Exercise aim: What is needed is an exact copy of all the lines below.

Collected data
· · · · ·
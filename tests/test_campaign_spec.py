"""Campaign file validation: every bad key or value is one sentence naming the key."""

from __future__ import annotations

import copy
import re

import pytest

from ringsearch.campaign.spec import load_spec, spec_from_dict
from ringsearch.errors import InputError

BASE = {
    "campaign": {"seed": 7, "name": "t"},
    "data": {"source": "synthetic", "detectors": ["H1", "L1"], "chunk_s": 16, "pad_s": 2.0},
    "injections": {"count": 20, "overtones": [0, 1], "spacing_s": 2.0,
                   "mass": {"dist": "uniform", "low": 50, "high": 80},
                   "spin": {"dist": "uniform", "low": 0.3, "high": 0.9},
                   "loudness": {"by": "snr", "snr": {"dist": "uniform", "low": 1, "high": 15}}},
    "search": {"mass": [40, 100], "spin": [0.0, 0.95], "template_overtones": [0, 1]},
    "threshold": {"snr": 6.0},
}


def variant(path: str, value) -> dict:
    raw = copy.deepcopy(BASE)
    *parents, last = path.split(".")
    node = raw
    for p in parents:
        node = node[p]
    if value is KeyError:
        del node[last]
    else:
        node[last] = value
    return raw


def test_valid_spec_fills_defaults_and_hash_is_stable():
    a = spec_from_dict(copy.deepcopy(BASE))
    b = spec_from_dict(copy.deepcopy(BASE))
    assert a.config_hash == b.config_hash
    assert a.config["report"]["ci_method"] == "wilson"
    assert a.injections["inclination"] == {"dist": "isotropic"}
    c = spec_from_dict(variant("campaign.seed", 8))
    assert c.config_hash != a.config_hash


@pytest.mark.parametrize("path, value, key", [
    ("injections.colour", 3, "injections.colour"),                      # unknown key
    ("data.psd_file", "x", "data.psd_file"),
    ("injections.mass", {"dist": "uniform", "low": 90, "high": 50}, "injections.mass.low"),
    ("injections.spin", {"dist": "uniform", "low": 0.5, "high": 1.0}, "injections.spin"),
    ("injections.spin", 1.0, "injections.spin"),
    ("injections.mass", {"dist": "normal", "mean": 60, "sigma": 5}, "injections.mass"),
    ("injections.mass", {"dist": "gamma", "low": 1}, "injections.mass.dist"),
    ("injections.mass", -5, "injections.mass"),
    ("injections.count", 0, "injections.count"),
    ("injections.count", 2.5, "injections.count"),
    ("injections.overtones", [0, 0], "injections.overtones"),
    ("search.spin", [0.2, 1.0], "search.spin"),
    ("search.mass", [90, 40], "search.mass"),
    ("data.f_low", 5000.0, "data.f_low"),
    ("data.detectors", ["H1", "X9"], "data.detectors"),
    ("data.source", "frames", "data.source"),
    ("threshold.far_per_year", 1.0, "threshold"),                        # both given
    ("campaign.seed", KeyError, "campaign.seed"),
    ("injections.spacing_s", 40.0, "injections.spacing_s"),
])
def test_bad_values_name_the_key(path, value, key):
    with pytest.raises(InputError) as err:
        spec_from_dict(variant(path, value))
    message = str(err.value)
    assert key in message
    assert message.count(". ") == 0 and message.endswith(".")  # one sentence
    assert "\n" not in message


def test_far_threshold_needs_two_detectors():
    raw = variant("threshold", {"far_per_year": 1.0})
    raw["data"]["detectors"] = ["H1"]
    with pytest.raises(InputError, match="threshold.far_per_year"):
        spec_from_dict(raw)


def test_load_spec_reports_bad_toml_and_missing_file(tmp_path):
    with pytest.raises(InputError, match="does not exist"):
        load_spec(tmp_path / "nope.toml")
    bad = tmp_path / "bad.toml"
    bad.write_text("[data\nsource = 1")
    with pytest.raises(InputError, match=re.escape(str(bad))):
        load_spec(bad)


def test_missing_data_file_is_named(tmp_path):
    raw = copy.deepcopy(BASE)
    raw["data"] = {"source": "files", "files": {"H1": "missing.hdf5"}}
    with pytest.raises(InputError, match="data.files.H1"):
        spec_from_dict(raw, base=tmp_path)


def test_shipped_examples_validate():
    from pathlib import Path

    for path in sorted(Path(__file__).resolve().parents[1].glob("injections/*.toml")):
        try:
            load_spec(path)
        except InputError as exc:
            if "does not exist" in str(exc) and "data.files" in str(exc):
                continue  # open data absent in a user's clone
            raise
· · · · ·
Output of the task:
filename tests/test_campaign_spec.py
"""Campaign file validation: every bad key or value is one sentence naming the key."""

from __future__ import annotations

import copy
import re

import pytest

from ringsearch.campaign.spec import load_spec, spec_from_dict
from ringsearch.errors import InputError

BASE = {
    "campaign": {"seed": 7, "name": "t"},
    "data": {"source": "synthetic", "detectors": ["H1", "L1"], "chunk_s": 16, "pad_s": 2.0},
    "injections": {"count": 20, "overtones": [0, 1], "spacing_s": 2.0,
                   "mass": {"dist": "uniform", "low": 50, "high": 80},
                   "spin": {"dist": "uniform", "low": 0.3, "high": 0.9},
                   "loudness": {"by": "snr", "snr": {"dist": "uniform", "low": 1, "high": 15}}},
    "search": {"mass": [40, 100], "spin": [0.0, 0.95], "template_overtones": [0, 1]},
    "threshold": {"snr": 6.0},
}


def variant(path: str, value) -> dict:
    raw = copy.deepcopy(BASE)
    *parents, last = path.split(".")
    node = raw
    for p in parents:
        node = node[p]
    if value is KeyError:
        del node[last]
    else:
        node[last] = value
    return raw


def test_valid_spec_fills_defaults_and_hash_is_stable():
    a = spec_from_dict(copy.deepcopy(BASE))
    b = spec_from_dict(copy.deepcopy(BASE))
    assert a.config_hash == b.config_hash
    assert a.config["report"]["ci_method"] == "wilson"
    assert a.injections["inclination"] == {"dist": "isotropic"}
    c = spec_from_dict(variant("campaign.seed", 8))
    assert c.config_hash != a.config_hash


@pytest.mark.parametrize("path, value, key", [
    ("injections.colour", 3, "injections.colour"),                      # unknown key
    ("data.psd_file", "x", "data.psd_file"),
    ("injections.mass", {"dist": "uniform", "low": 90, "high": 50}, "injections.mass.low"),
    ("injections.spin", {"dist": "uniform", "low": 0.5, "high": 1.0}, "injections.spin"),
    ("injections.spin", 1.0, "injections.spin"),
    ("injections.mass", {"dist": "normal", "mean": 60, "sigma": 5}, "injections.mass"),
    ("injections.mass", {"dist": "gamma", "low": 1}, "injections.mass.dist"),
    ("injections.mass", -5, "injections.mass"),
    ("injections.count", 0, "injections.count"),
    ("injections.count", 2.5, "injections.count"),
    ("injections.overtones", [0, 0], "injections.overtones"),
    ("search.spin", [0.2, 1.0], "search.spin"),
    ("search.mass", [90, 40], "search.mass"),
    ("data.f_low", 5000.0, "data.f_low"),
    ("data.detectors", ["H1", "X9"], "data.detectors"),
    ("data.source", "frames", "data.source"),
    ("threshold.far_per_year", 1.0, "threshold"),                        # both given
    ("campaign.seed", KeyError, "campaign.seed"),
    ("injections.spacing_s", 40.0, "injections.spacing_s"),
])
def test_bad_values_name_the_key(path, value, key):
    with pytest.raises(InputError) as err:
        spec_from_dict(variant(path, value))
    message = str(err.value)
    assert key in message
    assert message.count(". ") == 0 and message.endswith(".")  # one sentence
    assert "\n" not in message


def test_far_threshold_needs_two_detectors():
    raw = variant("threshold", {"far_per_year": 1.0})
    raw["data"]["detectors"] = ["H1"]
    with pytest.raises(InputError, match="threshold.far_per_year"):
        spec_from_dict(raw)


def test_load_spec_reports_bad_toml_and_missing_file(tmp_path):
    with pytest.raises(InputError, match="does not exist"):
        load_spec(tmp_path / "nope.toml")
    bad = tmp_path / "bad.toml"
    bad.write_text("[data\nsource = 1")
    with pytest.raises(InputError, match=re.escape(str(bad))):
        load_spec(bad)


def test_missing_data_file_is_named(tmp_path):
    raw = copy.deepcopy(BASE)
    raw["data"] = {"source": "files", "files": {"H1": "missing.hdf5"}}
    with pytest.raises(InputError, match="data.files.H1"):
        spec_from_dict(raw, base=tmp_path)


def test_shipped_examples_validate():
    from pathlib import Path

    for path in sorted(Path(__file__).resolve().parents[1].glob("injections/*.toml")):
        try:
            load_spec(path)
        except InputError as exc:
            if "does not exist" in str(exc) and "data.files" in str(exc):
                continue  # open data absent in a user's clone
            raise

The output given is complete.